Spey Pages banner

floating tip

4 reading
1.7K views 10 replies 7 participants last post by  Scotch12  
#1 ·
I would like to attach a floating tip to my old spey set up which is a 14ft 9-10 imperial rod with a 600 grain skagit compact head. can anyone recommend a tip set up that might work. I am not interested in acquiring any additional heads at this point since I would like to master the stuff I already have first.
thanks John
 
#2 ·
Rio and OPST sell floating tips, someone more knowledgeable can figure out the optimal length and grain weight for a 600gr skagit and a 14 foot rod. I know some people regard a skagit with floating tips as uncouth (they are more clunky for sure), but I use them sometimes when I want to skate a dry first thing in the morning through a spot, then switch to using a sink tip without having to carry another head or reel.
 
#3 ·
Rio and OPST sell floating tips, someone more knowledgeable can figure out the optimal length and grain weight for a 600gr skagit and a 14 foot rod. I know some people regard a skagit with floating tips as uncouth (they are more clunky for sure), but I use them sometimes when I want to skate a dry first thing in the morning through a spot, then switch to using a sink tip without having to carry another head or reel.
[/QUOTE

Yes it's the weight and length I am trying to figure out. As I said I am not concerned with clunky at this time
 
#4 ·
600 grains on a 14 foot rod?

Heavy and either 10 or 12.5 feet rio mow tip. Whatever length sink tip you usually fish on it - doesn't matter.

It will come down with all the grace and dignity of a fat kid doing a cannon ball into the kiddy pool though.
 
#5 ·
Are u saying that 600 grain compact is to much weight for that rod. From what I understand it's is the correct grain wt according to the line recommendation chart but I don't know myself. It casts a t8 tip very well but I am new to spey casting so I have no practical experience to back that conclusion up with
 
#6 ·
I think what he was saying, use a heavy tip on the 600 grain head. You have T8 Light, T11 Medium, T14 Heavy available to keep it simple. The 600 grain head should have no issues with a T14 tip. So if you find a floating tip in the 140 grain range you should be fine. Of course you could go lighter. You could use a floating MOW Tip or a Floating Density Compensated Replacement Tip available from RIO and other manufacturers.
 
#7 · (Edited)
Scotch 12:
From decades of experience with Skagit head weight vs. rod-weight rating. Whether your rod is slow- or fast-action, a 600 grain Skagit head will work well. You can go heavier if you choose. I use 650+ grains.

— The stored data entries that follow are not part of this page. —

"""Near-surface water vapour: mixing ratio, seasonal column abundance, surface frost.

Three sources of the near-surface vapour partial pressure e [Pa]:

* a constant volume mixing ratio: e = vmr * p_surface;
* a seasonal column abundance W(Ls) [precipitable microns] converted to a
  near-surface partial pressure under the assumption of uniform mixing through
  the column (below), times a near-surface confinement factor;
* a file (see :mod:`wetcycle.forcing.files`).

Then :func:`frost_exchange` lets water frost form on, and sublime from, the
surface: a numba kernel over cells, stepped through time, that tracks the
frost mass per area [kg m-2] (an output: salts touching frost can melt at
their eutectic) and returns the vapour pressure the surface sees.

Column conversion (hydrostatic, uniform mixing)
-----------------------------------------------
If water has the same mass mixing ratio q at all heights, the column of
water is W = q p_s / g (the column mass of air is p_s / g, hydrostatic
balance).  The volume mixing ratio is vmr = q M_air / M_w, so the partial
pressure e = vmr p_s = W g M_air / M_w, independent of p_s.  Water on Mars
is usually confined below the well-mixed value near the surface at night and
in the cold seasons and can be enriched near the surface elsewhere; the
*confinement factor* c multiplies the well-mixed value:
e_surface = c W g M_air / M_w (c = 1: well mixed).  Units: one precipitable
micron is a 1 um layer of liquid water, 1e-6 m * 1000 kg m-3 = 1e-3 kg m-2
(common practice).

References
----------
1. Wallace, J. M. and Hobbs, P. V. (2006), Atmospheric Science, 2nd ed.,
   Academic Press, sec. 3.2 (hydrostatic balance, mixing ratios).
2. Murphy, D. M. and Koop, T. (2005), Q. J. R. Meteorol. Soc. 131, 1539,
   doi:10.1256/qj.04.94 (saturation over ice and liquid, via wetcycle.water).
"""

from __future__ import annotations

import math
from dataclasses import dataclass

import numpy as np
from numba import njit

from ..errors import ConfigError, ValidityError, shown
from ..orbit import MARS, get_planet
from ..water import (MOLAR_MASS_WATER, psat_ice_kernel, psat_liquid_kernel,
                     saturation_vapor_pressure_ice, saturation_vapor_pressure_liquid)
from .pressure import PeriodicTable

__all__ = [
    "PRECIPITABLE_MICRON_KG_M2", "R_VAPOUR", "DEMO_COLUMN_TABLE",
    "vapor_pressure_from_vmr", "column_to_vapor_pressure", "vapor_pressure_from_column_table",
    "relative_humidity", "relative_humidity_ice", "vapor_pressure_from_relative_humidity",
    "FrostResult", "frost_exchange", "frost_kernel",
    "DEFAULT_TRANSFER_VELOCITY_M_S", "DEFAULT_LAYER_THICKNESS_M",
]

#: One precipitable micron [kg m-2]: 1e-6 m of liquid water at 1000 kg m-3 (common practice).
PRECIPITABLE_MICRON_KG_M2 = 1.0e-3
#: Molar gas constant [J mol-1 K-1] (CODATA 2018, exact).
_R_GAS = 8.314462618
#: Specific gas constant of water vapour [J kg-1 K-1] = R / M_w.
R_VAPOUR = _R_GAS / MOLAR_MASS_WATER

#: Default bulk transfer velocity for frost exchange [m s-1]: a bulk transfer coefficient
#: ~1e-3 times a wind ~5 m s-1 (order of magnitude, common practice in bulk formulas).
DEFAULT_TRANSFER_VELOCITY_M_S = 5.0e-3
#: Default thickness of the near-surface air layer whose excess vapour may deposit in
#: one step [m] (an order-of-magnitude setting of this project, not a measured value).
DEFAULT_LAYER_THICKNESS_M = 100.0

#: INVENTED demonstration table: column water [pr-um] against Ls for an imaginary
#: mid-latitude site.  Values are made up for the demo, not a measurement.
DEMO_COLUMN_TABLE = PeriodicTable(
    ls_deg=[0, 30, 60, 90, 120, 150, 180, 210, 240, 270, 300, 330],
    values=[8.0, 7.0, 9.0, 12.0, 14.0, 13.0, 10.0, 9.0, 11.0, 13.0, 12.0, 10.0],
    name="DEMO_COLUMN_TABLE (invented, pr-um)",
    lower=0.0,
)


def _finite_nonneg(name, x, unit):
    a = np.asarray(x, dtype=float)
    bad = ~(np.isfinite(a) & (a >= 0))
    if np.any(bad):
        raise ValidityError(f"{name}: {float(a[bad].flat[0]) if a.ndim else float(a)!r} {unit} is not allowed; allowed: finite, >= 0")
    return a


def _positive(name, x, unit):
    if isinstance(x, bool) or not (np.isfinite(x) and x > 0):
        raise ConfigError(f"{name}: {shown(x)} {unit} is not allowed; allowed: a finite number > 0")
    return float(x)


def vapor_pressure_from_vmr(vmr, surface_pressure_pa):
    """Vapour partial pressure from a volume mixing ratio, e = vmr * p [Pa] (Dalton's law).

    Parameters
    ----------
    vmr : float or array [mol mol-1], 0 <= vmr <= 1
    surface_pressure_pa : float or array [Pa], >= 0; broadcast with vmr.

    Returns
    -------
    float or ndarray [Pa]

    Examples
    --------
    >>> round(vapor_pressure_from_vmr(150e-6, 650.0), 4)
    0.0975
    """
    v = _finite_nonneg("vmr", vmr, "mol/mol")
    if np.any(v > 1):
        raise ValidityError(f"vmr: {float(np.max(v))!r} is not allowed; allowed: 0-1 mol/mol")
    p = _finite_nonneg("surface_pressure_pa", surface_pressure_pa, "Pa")
    e = v * p
    return float(e) if e.ndim == 0 else e


def column_to_vapor_pressure(column_kg_m2, planet=MARS, confinement=1.0):
    """Near-surface vapour pressure from a water column, uniform mixing: e = c W g M_air / M_w [Pa].

    See the module notes for the derivation (hydrostatic column, uniform mass
    mixing ratio; Wallace & Hobbs 2006 sec. 3.2).

    Parameters
    ----------
    column_kg_m2 : float or array [kg m-2], >= 0
        Column water; multiply precipitable microns by
        :data:`PRECIPITABLE_MICRON_KG_M2` (1e-3 kg m-2 per pr-um).
    planet : str or Planet
        Supplies gravity [m s-2] and the mean molar mass of the air [kg mol-1].
    confinement : float [-], > 0
        Ratio of the near-surface to the column-mean mixing ratio (1 = well mixed).

    Returns
    -------
    float or ndarray [Pa]

    Examples
    --------
    >>> round(column_to_vapor_pressure(10 * PRECIPITABLE_MICRON_KG_M2), 4)  # 10 pr-um on Mars
    0.0893
    """
    planet = get_planet(planet)
    c = _positive("confinement", confinement, "")
    w = _finite_nonneg("column_kg_m2", column_kg_m2, "kg m-2")
    e = c * w * planet.gravity_m_s2 * planet.molar_mass_air_kg_mol / MOLAR_MASS_WATER
    return float(e) if e.ndim == 0 else e


def vapor_pressure_from_column_table(ls_deg, table=DEMO_COLUMN_TABLE, planet=MARS, confinement=1.0):
    """Near-surface vapour pressure from a seasonal column table in precipitable microns [Pa].

    The table (:class:`~wetcycle.forcing.pressure.PeriodicTable`, pr-um against
    Ls) is interpolated linearly and periodically in Ls, converted to kg m-2
    (1 pr-um = 1e-3 kg m-2) and then with :func:`column_to_vapor_pressure`.

    Parameters
    ----------
    ls_deg : float or array [deg]   e.g. ``clock.ls_deg``
    table : PeriodicTable [pr-um]
    planet : str or Planet
    confinement : float [-], > 0

    Returns
    -------
    float or ndarray [Pa], shape of ``ls_deg``
    """
    w = np.asarray(table(ls_deg)) * PRECIPITABLE_MICRON_KG_M2
    return column_to_vapor_pressure(w if np.ndim(ls_deg) else float(w), planet, confinement)


def relative_humidity(vapor_pressure_pa, temperature_k):
    """Relative humidity with respect to (supercooled) liquid water, e / p_liq(T) [-].

    Murphy & Koop (2005) eq. (10) via :func:`wetcycle.water.saturation_vapor_pressure_liquid`;
    valid 123-332 K (ValidityError outside).

    Parameters
    ----------
    vapor_pressure_pa : float or array [Pa], >= 0
    temperature_k : float or array [K]

    Returns
    -------
    float or ndarray [-]
    """
    e = _finite_nonneg("vapor_pressure_pa", vapor_pressure_pa, "Pa")
    rh = e / saturation_vapor_pressure_liquid(temperature_k)
    return float(rh) if np.ndim(rh) == 0 else rh


def relative_humidity_ice(vapor_pressure_pa, temperature_k):
    """Relative humidity with respect to ice, e / p_ice(T) [-].

    Murphy & Koop (2005) eq. (7) via :func:`wetcycle.water.saturation_vapor_pressure_ice`;
    valid 110-273.16 K (ValidityError outside).

    Parameters
    ----------
    vapor_pressure_pa : float or array [Pa], >= 0
    temperature_k : float or array [K]

    Returns
    -------
    float or ndarray [-]
    """
    e = _finite_nonneg("vapor_pressure_pa", vapor_pressure_pa, "Pa")
    rh = e / saturation_vapor_pressure_ice(temperature_k)
    return float(rh) if np.ndim(rh) == 0 else rh


def vapor_pressure_from_relative_humidity(rh, temperature_k):
    """Vapour pressure from relative humidity w.r.t. liquid water, e = RH p_liq(T) [Pa].

    Parameters
    ----------
    rh : float or array [-], 0-1
    temperature_k : float or array [K], 123-332 K (Murphy & Koop 2005 eq. 10)

    Returns
    -------
    float or ndarray [Pa]
    """
    r = _finite_nonneg("relative_humidity", rh, "")
    if np.any(r > 1):
        raise ValidityError(f"relative_humidity: {float(np.max(r))!r} is not allowed; allowed: 0-1 (fraction)")
    e = r * saturation_vapor_pressure_liquid(temperature_k)
    return float(e) if np.ndim(e) == 0 else e


# --------------------------------------------------------------------------------------
# Surface water frost
# --------------------------------------------------------------------------------------

@njit(cache=True)
def _psat_surface(t):
    # Over ice up to the triple point; above it frost cannot persist and the liquid curve
    # (continuous with the ice curve at 273.16 K) sets the sublimation/evaporation target.
    if t <= 273.16:
        return psat_ice_kernel(t)
    return psat_liquid_kernel(t)


@njit(cache=True, nogil=True)
def frost_kernel(e_air, t_surface, frost0, dt_s, transfer_velocity, layer_thickness,
                 e_surface_out, frost_out, exchange_out):
    """Surface water-frost exchange, stepped through a block (numba kernel).

    Method (this project's bulk scheme, stated): per step and cell, with
    e_s = p_ice(T_s) (Murphy & Koop 2005; p_liq above 273.16 K) and the vapour
    density difference d = (e_air - e_s) / (R_v T_s) (near-surface air taken at
    the surface temperature), the water moved from air to frost in the step is

        dM = d * min(w dt, h)                         [kg m-2]

    -- a bulk transfer flux w d, limited to the excess vapour held in a
    near-surface layer of thickness h -- for deposition (d > 0) or, when frost
    is present, sublimation (d < 0, at most the frost present).  Frost never
    goes negative.  Surface vapour pressure: e_s where frost remains at the end
    of the step or deposits; if the last frost vanishes within the step, the
    time-weighted mean f e_s + (1 - f) e_air with f the fraction of the step
    frost lasted; otherwise e_air.  Latent heat is not fed back to T_s.
    Results do not depend on dt while w dt <= h.

    Parameters
    ----------
    e_air : float64[n_steps, n_cells] [Pa]    air vapour pressure (>= 0)
    t_surface : float64[n_steps, n_cells] [K]  surface temperature, 110-332 K
    frost0 : float64[n_cells] [kg m-2]        frost at the start of the block
    dt_s : float [s]; transfer_velocity : float [m s-1]; layer_thickness : float [m]
    e_surface_out, frost_out, exchange_out : float64[n_steps, n_cells]
        Filled with the surface vapour pressure [Pa], frost at the end of each
        step [kg m-2] and the water moved from vapour to frost in the step
        [kg m-2] (negative for sublimation).

    Flags: a temperature outside 110-332 K (or a NaN input) gives NaN in all
    three outputs from that step on for that cell.
    """
    n_t, n_c = e_air.shape
    eff = min(transfer_velocity * dt_s, layer_thickness)
    frost = frost0.copy()
    for k in range(n_t):
        for j in range(n_c):
            t = t_surface[k, j]
            ea = e_air[k, j]
            m = frost[j]
            es = math.nan
            if t >= 110.0 and t <= 332.0:
                es = _psat_surface(t)
            if not (es == es) or not (ea == ea) or not (m == m):
                frost[j] = math.nan
                e_surface_out[k, j] = math.nan
                exchange_out[k, j] = math.nan
                frost_out[k, j] = math.nan
                continue
            dm = (ea - es) / (R_VAPOUR * t) * eff
            if dm >= 0.0:
                # deposition (or exact saturation)
                frost[j] = m + dm
                e_surface_out[k, j] = es if dm > 0.0 or m > 0.0 else ea
                exchange_out[k, j] = dm
            elif m > 0.0:
                if m + dm > 0.0:
                    frost[j] = m + dm
                    e_surface_out[k, j] = es
                    exchange_out[k, j] = dm
                else:
                    f = m / (-dm)
                    frost[j] = 0.0
                    e_surface_out[k, j] = f * es + (1.0 - f) * ea
                    exchange_out[k, j] = -m
            else:
                e_surface_out[k, j] = ea
                exchange_out[k, j] = 0.0
            frost_out[k, j] = frost[j]


@dataclass(frozen=True)
class FrostResult:
    """Output of :func:`frost_exchange`; arrays of shape (n_steps, n_cells).

    Attributes
    ----------
    surface_vapor_pressure_pa : ndarray [Pa]
    frost_kg_m2 : ndarray [kg m-2]   frost at the end of each step
    exchange_kg_m2 : ndarray [kg m-2]  vapour -> frost in each step (negative: sublimation)
    final_frost_kg_m2 : ndarray [kg m-2], shape (n_cells,)  state to carry into the next block
    """

    surface_vapor_pressure_pa: np.ndarray
    frost_kg_m2: np.ndarray
    exchange_kg_m2: np.ndarray
    final_frost_kg_m2: np.ndarray


def frost_exchange(e_air_pa, t_surface_k, frost0_kg_m2, dt_s,
                   transfer_velocity_m_s=DEFAULT_TRANSFER_VELOCITY_M_S,
                   layer_thickness_m=DEFAULT_LAYER_THICKNESS_M):
    """Form and sublime surface water frost through a block of steps; see :func:`frost_kernel`.

    Parameters
    ----------
    e_air_pa : array [Pa], shape (n_steps, n_cells) or (n_steps,); >= 0, finite
    t_surface_k : array [K], same shape; 110-332 K
    frost0_kg_m2 : float or array [kg m-2], shape (n_cells,); >= 0
    dt_s : float [s], > 0   (``clock.dt_s``)
    transfer_velocity_m_s : float [m s-1], > 0
    layer_thickness_m : float [m], > 0

    Returns
    -------
    FrostResult   (2-D arrays; a 1-D input is treated as one cell)

    Raises
    ------
    ValidityError  temperature outside 110-332 K, negative or non-finite vapour or frost.
    ConfigError    bad dt or exchange parameters, or mismatched shapes.
    """
    e = _finite_nonneg("e_air_pa", e_air_pa, "Pa")
    t = np.asarray(t_surface_k, dtype=float)
    if e.ndim == 1:
        e = e[:, None]
    if t.ndim == 1:
        t = t[:, None]
    if e.ndim != 2 or e.shape != t.shape:
        raise ConfigError(f"frost_exchange: e_air_pa shape {np.shape(e_air_pa)} and t_surface_k shape "
                          f"{np.shape(t_surface_k)} must match, (n_steps, n_cells)")
    bad = ~((t >= 110.0) & (t <= 332.0))
    if np.any(bad):
        raise ValidityError(f"t_surface_k: {float(t[bad][0])!r} K is outside 110-332 K "
                            "(Murphy & Koop 2005 ice/liquid vapour pressure)")
    m0 = np.broadcast_to(_finite_nonneg("frost0_kg_m2", frost0_kg_m2, "kg m-2"), (e.shape[1],)).astype(float)
    dt = _positive("dt_s", dt_s, "s")
    w = _positive("transfer_velocity_m_s", transfer_velocity_m_s, "m s-1")
    h = _positive("layer_thickness_m", layer_thickness_m, "m")
    e = np.ascontiguousarray(e)
    t = np.ascontiguousarray(t)
    es, fr, ex = (np.empty_like(e) for _ in range(3))
    frost_kernel(e, t, m0, dt, w, h, es, fr, ex)
    final = fr[-1].copy() if fr.shape[0] else m0.copy()
    return FrostResult(es, fr, ex, final)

Regarding a floating tip, buy a RIO 15-foot, 12-weight (190 grain) floating tip. The massive energy transfer from an unfurling skagit head to a tip, requires that tip have significant mass to avoid aerodynamic flutter in the latter part of the forward cast. Add any length nylon leader and have fun.

I believe Poppy's Shop has RIO floating tips, if your local shop does not.

Have fun,
Bob
 
#11 ·
Ok thank you all for the advice and recommendations I greatly appreciate it.
Yes I bought that rod many years ago when spey was becoming something to the west coast steelhead, I caught some fish with it but then put it away for all these years since I used to do all my fly fishing in the summer and a single hand rod with a double taper line was the better tool, I still have the long Cortland double taper line I bought with the rod. Once again I have a huge desire to do spey casting since I am fishing the fly in the winter and summer runs on larger desert rivers.